After the ground-breaking ceremony on Jan 22, Deputy Prime Minister Datuk Seri Najib Tun Razak disclosed at a press conference that there were offers for the tower at RM1,250 psf.

That itself shows the direction of price movement for prime office space and we can only guess how much TTDI Development is going to lock in for two other Grade A office towers in its development parcel, says Sarkunan.

TTDI Development group managing director Datuk Johan Ariffin disclosed recently that they are having strategic talks with a few parties on en bloc sales for the office towers.“While the KLCC is a preferred choice, there are other sought-after addresses and more competitive locations,” says Sarkunan.
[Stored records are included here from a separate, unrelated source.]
/**
 * Solves on the starting grid, then refines (slope, curve, ratio) and re-solves until the criteria
 * add no point. With `inheritedGrid` (a warm start on a neighbour's grid) the first grid's solve may
 * stop early for its refinement, grids are refined ahead and the first one is pruned (see
 * EARLY_REFINEMENT_TOLERANCE). Throws NotConvergedError (with diagnostics) if any solve fails or
 * the grid budget is exhausted before the criteria are met.
 */
export function solvePremixed(prob: PremixedProblem, start: FlameSolution, opts: PremixedRunOptions): PremixedRunResult {
  const K = prob.mech.nSpecies;
  const n = K + 2;
  let z: Float64Array = Float64Array.from(start.z);
  let x: Float64Array = Float64Array.from(start.x);
  const tFix = start.tFix;
  const zFix = start.zFix;
  const rhoU = inletDensity(prob);
  const stats: SolveStats = {
    residualEvaluations: 0,
    jacobianEvaluations: 0,
    newtonIterations: 0,
    timeSteps: 0,
    jacobianSeconds: 0,
    factorSeconds: 0,
    residualSeconds: 0,
  };
  const history: PremixedRunResult["velocityHistory"] = [];
  const criteria = opts.criteria;
  let spare: BlockTridiagonal | undefined;
  for (let pass = 0; ; pass++) {
    const jFix = nearestIndex(z, zFix);
    const settings = (pass === 0 ? opts.firstGridSettings : undefined) ?? opts.settings ?? DEFAULT_SOLVER_SETTINGS;
    const solver = new FlameGridSolver(prob, z, x, jFix, tFix, settings, pass === 0 ? opts.startJacobian : undefined, spare);
    spare = undefined;
    solver.signal = opts.signal;
    opts.onProgress?.({
      stage: pass === 0 ? "solving on the starting grid" : `refinement pass ${pass}`,
      fraction: Math.min(0.95, z.length / criteria.maxPoints),
      gridPoints: z.length,
    });
    if (opts.inheritedGrid && pass === 0) {
      const gridZ = z;
      solver.earlyStop = {
        tolerance: EARLY_REFINEMENT_TOLERANCE,
        stop: () => markIntervals(gridZ, K + 1, (c, j) => solver.x[j * n + c], criteria).some((m) => m === 1),
      };
    }
    try {
      solver.solve();
    } finally {
      for (const key of Object.keys(stats) as (keyof SolveStats)[]) stats[key] += solver.stats[key];
    }
    x = solver.x;
    // (a solve stopped early for refinement has no converged velocity of its own)
    if (!solver.stoppedEarly) history.push({ gridPoints: z.length, burningVelocity_m_per_s: x[K + 1] / rhoU });
    const values = (c: number, j: number) => x[j * n + c];
    let mark = markIntervals(z, K + 1, values, criteria);
    let remove: Uint8Array | undefined;
    if (opts.inheritedGrid) {
      let marked = 0;
      for (let j = 0; j < mark.length; j++) marked += mark[j];
      if (marked > 0) {
        mark = markIntervals(z, K + 1, values, { ...criteria, slope: REFINE_AHEAD * criteria.slope, curve: REFINE_AHEAD * criteria.curve });
      }
      if (pass === 0) {
        remove = removablePoints(z, K + 1, values, criteria, mark, [jFix], PRUNE_MARGIN);
        let removed = 0;
        for (let j = 0; j < remove.length; j++) removed += remove[j];
        // pruning alone is worth another pass only when it removes many points
        if (marked === 0 && removed < PRUNE_ALONE_FRACTION * z.length) remove = undefined;
      }
    }
    const zNew = splitIntervals(z, mark, criteria.maxPoints, remove);
    if (!zNew) {
      let any = false;
      for (let i = 0; i < mark.length; i++) if (mark[i]) any = true;
      if (any) {
        throw new NotConvergedError("premixed-flame", `grid refinement needs more than ${criteria.maxPoints} points`, {
          gridPoints: z.length,
          maxPoints: criteria.maxPoints,
          ...stats,
        });
      }
      opts.onProgress?.({ stage: "converged", fraction: 1, gridPoints: z.length });
      return {
        solution: { z, x, nSpecies: K, zFix, tFix, speciesNames: prob.mech.speciesNames },
        jacobian: solver.steadyJacobian(),
        stats,
        refinementPasses: pass,
        velocityHistory: history,
      };
    }
    // this grid's Jacobian is of no further use: its storage serves the next grid
    spare = solver.jacobianStorage();
    x = interpolateField(z, x, n, zNew);
    clipNegativeMassFractions(x, K);
    z = zNew;
  }
}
“These include Damansara Heights, Mid Valley Centre and KL Sentral. These alternatives are close enough to the city and are by no means secondary choices.“Newer buildings, better locations with a lesser degree of congestion, and the establishment of supporting infrastructures are some of their attractions.”

For example, KL Sentral is desirable because it’s a transportation hub. Based on the data sampled, Sarkunan says the overall supply of office space in KL city stood at 39.9 million sq ft while decentralised KL had 10.9 million sq ft. Newly-completed UOA Damansara II in Damansara Heights has 400,000 sq ft. Average occupancy rate (AOR) is generally increasing with office space in the central business district (CBD) recording the highest growth rate of 11%, jumping to 88% from 77% within a period of one year, q-o-q.

Golden Triangle properties saw an increase of 8%, up 96% from 88%, while office space in Damansara Heights recorded a 7% jump to 96% from 89% q-o-q. Overall, AOR for all Prime A offices in the data sampled rose 8% to an average of 93% from 85% q-o-q.In terms of average rental rate psf, prime office space in Damansara Heights recorded a jump of 23.4% q-o-q. From the data, average rental is RM5 psf, a 95 sen increase, in Damansara Heights.

Second highest was Prime A offices in Golden Triangle which saw rates increasing 14.2% or 71 sen over a period of one year.

Offices in CBD rose 12.9% or 50 sen while Prime A+ offices went up 12.3% or 95 sen q-o-q.

“While rental rates have consistently gone up, they moved rather slowly compared to capital values,” says Sarkunan.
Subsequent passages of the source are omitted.